[CRIU] [PATCH 2/8] x86/kerndat: Add a check for ptrace() bug on Skylake
Andrei Vagin
avagin at virtuozzo.com
Tue Feb 6 04:40:09 MSK 2018
On Wed, Jan 31, 2018 at 04:58:09PM +0000, Dmitry Safonov wrote:
> We need to know if ptrace(PTRACE_GETREGSET, pid, NT_X86_XSTATE, iov)
> returns xsave without FP state part.
>
> Signed-off-by: Dmitry Safonov <dima at arista.com>
> ---
> criu/arch/x86/crtools.c | 71 ++++++++++++++++++++++++++++++++++++
> criu/arch/x86/include/asm/restorer.h | 2 +
> criu/include/kerndat.h | 1 +
> criu/kerndat.c | 18 +++++++++
> 4 files changed, 92 insertions(+)
>
> diff --git a/criu/arch/x86/crtools.c b/criu/arch/x86/crtools.c
> index d7b21e7c9bae..a389e563a886 100644
> --- a/criu/arch/x86/crtools.c
> +++ b/criu/arch/x86/crtools.c
> @@ -7,6 +7,7 @@
> #include <sys/syscall.h>
> #include <sys/auxv.h>
> #include <sys/wait.h>
> +#include <sys/ptrace.h>
>
> #include "types.h"
> #include "log.h"
> @@ -30,6 +31,7 @@
> #include "images/core.pb-c.h"
> #include "images/creds.pb-c.h"
>
> +/* XXX: Move all kerndat features to per-arch kerndat .c */
> int kdat_can_map_vdso(void)
> {
> pid_t child;
> @@ -188,6 +190,75 @@ int kdat_compatible_cr(void)
> }
> #endif
>
> +/*
> + * Pre v4.14 kernels have a bug on Skylake CPUs:
> + * copyout_from_xsaves() creates fpu state for
> + * ptrace(PTRACE_GETREGSET, pid, NT_X86_XSTATE, &iov)
> + * without MXCSR and MXCSR_FLAGS if there is SSE/YMM state, but no FP state.

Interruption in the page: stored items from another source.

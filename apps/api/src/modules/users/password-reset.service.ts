import type { PasswordResetRequest } from "../../auth/create-auth.js";
import { RESET_TOKEN_SECONDS } from "../../auth/create-auth.js";
import type { AppContext } from "../../context.js";
import { recordAudit } from "../audit/audit.service.js";

type ResetContext = Pick<AppContext, "models" | "mailer" | "sequelize"> & { config: Pick<AppContext["config"], "publicOrigin"> };

export const INVITATION_SUBJECT = "You are invited to Plumeline";
export const RESET_SUBJECT = "Reset your Plumeline password";

/** The web page that asks for the new password (apps/web config/paths.ts `resetPassword`). */
export function resetPasswordLink(publicOrigin: string, token: string): string {
  return `${publicOrigin}/reset-password?token=${encodeURIComponent(token)}`;
}

/**
 * Mails better-auth's one-time token as a link to the reset page. Not awaited: the request's
 * answer must take as long for a known address as for an unknown one, so nothing here may
 * wait on SMTP (the mailer never rejects and tracks the send for shutdown and tests).
 * A deactivated account gets no mail: a reset must not become a way back in.
 * A pending invitation (users.service.ts inviteUser) gets the same link worded as the invitation.
 */
export function mailPasswordReset(ctx: ResetContext, request: PasswordResetRequest): void {
  if (request.banned) return;
  const link = resetPasswordLink(ctx.config.publicOrigin, request.token);
  const minutes = RESET_TOKEN_SECONDS / 60;
  void ctx.mailer.send(
    request.pendingInvitation
      ? {
          to: [request.email],
          subject: INVITATION_SUBJECT,
          text: [
            `Hello ${request.name},`,
            "",
            `You have been invited to Plumeline as ${request.role}. To choose your password, open:`,
            `  ${link}`,
            "",
            `The link works once, within ${minutes} minutes. If it has expired, use "Forgot password?" on the sign-in page with this address for a new one.`,
          ].join("\n"),
        }
      : {
          to: [request.email],
          subject: RESET_SUBJECT,
          text: [
            `Hello ${request.name},`,
            "",
            "Someone asked to reset the password of your Plumeline account. To choose a new one, open:",
            `  ${link}`,
            "",
            `The link works once, within ${minutes} minutes. If you did not ask, ignore this mail: your password stays as it is.`,
          ].join("\n"),
        },
  );
}

/**
 * Audits a completed reset (never the token or the password). The user chose this password
 * themselves, so an invitation's one-time-password restriction no longer applies either.
 */
export async function recordPasswordReset(ctx: ResetContext, userId: string): Promise<void> {
  await ctx.sequelize.transaction(async (transaction) => {
    const user = await ctx.models.User.findByPk(userId, { transaction });
    await ctx.models.User.update({ mustChangePassword: false }, { where: { id: userId }, transaction });
    await recordAudit(
      ctx,
      {
        actorId: userId,
        actorEmail: user?.email ?? null,
        action: "user.password-reset",
        entityType: "user",
        entityId: userId,
        summary: `${user?.email ?? "A user"} set a new password through a mailed reset link; their sessions were ended.`,
      },
      transaction,
    );
  });
}
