import type { ImpactPathway, ImpactSide, ModelVersionImpact, PercentileSet, RunResult, SpreadChange } from "@plumeline/contracts";

type VersionRef = ImpactSide["version"];

/**
 * The run-wide facts of one preview ensemble's result: hashes, effective members and the
 * implied ECS/TCR percentiles (these do not depend on the pathway). Nothing is recomputed here:
 * every number is the engine's own, so it matches a run of the same spec exactly.
 */
export function impactSide(version: VersionRef, result: RunResult): ImpactSide {
  return {
    version,
    engineVersion: result.engineVersion,
    inputHash: result.inputHash,
    resultHash: result.resultHash,
    effectiveMembers: result.effectiveMembers,
    implied: result.implied,
  };
}

type Horizons = ImpactPathway["version"];

const horizonsOf = (result: RunResult, pathwayId: string, side: string): Horizons => {
  const pathway = result.pathways.find((p) => p.id === pathwayId);
  if (!pathway) throw new Error(`the ${side} preview ensemble returned no pathway ${pathwayId}`);
  return pathway.horizons.map((h) => ({ year: h.year, temperature: h.temperature, precision: h.precision, exceedance: h.exceedance }));
};

/** Per pathway (in the order given): both versions' horizons, matched by pathway id, and their differences. */
export function impactPathways(pathways: Array<{ id: string; name: string }>, mine: RunResult, theirs: RunResult): ImpactPathway[] {
  return pathways.map((p) => {
    const version = horizonsOf(mine, p.id, "version's");
    const against = horizonsOf(theirs, p.id, "comparison's");
    return { pathway: { id: p.id, name: p.name }, version, against, differences: horizonDifferences(version, against) };
  });
}

/**
 * Version minus comparison for one percentile set: the shift of the median (p50) and the change
 * of the 5–95 width ((p95 − p5) of the version minus the same of the comparison). Needs p5, p50
 * and p95 on both sides (the impact spec always asks for them).
 */
export function spreadChange(version: PercentileSet, against: PercentileSet): SpreadChange {
  const need = (set: PercentileSet, key: string) => {
    const value = set[key];
    if (value === undefined) throw new Error(`percentile ${key} missing from the preview result`);
    return value;
  };
  const width = (set: PercentileSet) => need(set, "p95") - need(set, "p5");
  return { medianShift: need(version, "p50") - need(against, "p50"), widthChange: width(version) - width(against) };
}

/** Differences at every horizon of one pathway, matched by year (version minus comparison). */
export function horizonDifferences(version: Horizons, against: Horizons): ImpactPathway["differences"] {
  const againstByYear = new Map(against.map((h) => [h.year, h]));
  return version.flatMap((h) => {
    const other = againstByYear.get(h.year);
    if (!other) return [];
    const exceedance = Object.fromEntries(
      Object.entries(h.exceedance).flatMap(([threshold, p]) => {
        const q = other.exceedance[threshold];
        return q === undefined ? [] : [[threshold, p - q]];
      }),
    );
    return [{ year: h.year, ...spreadChange(h.temperature, other.temperature), exceedance }];
  });
}

/** Differences of the implied sensitivities (run-wide, not per pathway). */
export function impliedDifferences(version: ImpactSide, against: ImpactSide): ModelVersionImpact["differences"] {
  return {
    ecs: spreadChange(version.implied.ecs, against.implied.ecs),
    tcr: spreadChange(version.implied.tcr, against.implied.tcr),
  };
}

> + * That is xfeatures had either/both XFEATURE_MASK_{SSE,YMM} set, but not
> + * XFEATURE_MASK_FP.
> + * But we *really* need to C/R MXCSR & MXCSR_FLAGS if SSE/YMM active,
> + * as mxcsr store part of the state.
> + */
> +int kdat_x86_has_ptrace_fpu_xsave_bug(void)
> +{
> + user_fpregs_struct_t xsave = { };
> + struct iovec iov;
> + int ret = -1;
> + pid_t child;
> + int stat;
> +
> + /* OSXSAVE can't be changed during boot. */
> + if (!compel_cpu_has_feature(X86_FEATURE_OSXSAVE))
> + return 0;
> +
> + child = fork();
> + if (child < 0) {
> + pr_perror("%s(): failed to fork()", __func__);
> + return -1;
> + }
> +
> + if (child == 0) {
> + ptrace(PTRACE_TRACEME, 0, 0, 0);
It can fail in a case when criu is running under strace. In this case I
would like to get a warning and conside that a kernel doesn't have this
bug.
> + kill(getpid(), SIGSTOP);
> + pr_err("Continue after SIGSTOP.. Urr what?\n");
> + exit(1);
> + }
> +
> + if (waitpid(child, &stat, WUNTRACED) != child) {
> + /*
> + * waitpid() may end with ECHILD if SIGCHLD == SIG_IGN,
> + * and the child has stopped already.
> + */
> + if (!(errno == ECHILD && WIFSTOPPED(stat))) {
I don't understand this expression ^^^^
> + pr_perror("Failed to wait for %s() test\n", __func__);
> + goto out_kill;
> + }
> + }
> +
> + if (!WIFSTOPPED(stat)) {
> + pr_err("Born child is unstoppable!\n");
> + goto out_kill;
> + }
> +
> + iov.iov_base = &xsave;
> + iov.iov_len = sizeof(xsave);
> +
> + if (ptrace(PTRACE_GETREGSET, child, (unsigned)NT_X86_XSTATE, &iov) < 0) {
> + pr_perror("Can't obtain FPU registers for %d", child);
> + goto out_kill;
> + }
> + /*
> + * MXCSR should be never 0x0: e.g., it should contain either:
> + * R+/R-/RZ/RN to determine rounding model.
> + */
> + ret = !xsave.i387.mxcsr;
> +
> +out_kill:
> + kill(child, SIGKILL);
You need to wait a child here.
> + return ret;
> +}
> +
> int save_task_regs(void *x, user_regs_struct_t *regs, user_fpregs_struct_t *fpregs)
> {
> CoreEntry *core = x;
> diff --git a/criu/arch/x86/include/asm/restorer.h b/criu/arch/x86/include/asm/restorer.h
> index e39675d957d1..179f1942f9f8 100644
> --- a/criu/arch/x86/include/asm/restorer.h
> +++ b/criu/arch/x86/include/asm/restorer.h
> @@ -80,8 +80,10 @@ static inline int set_compat_robust_list(uint32_t head_ptr, uint32_t len)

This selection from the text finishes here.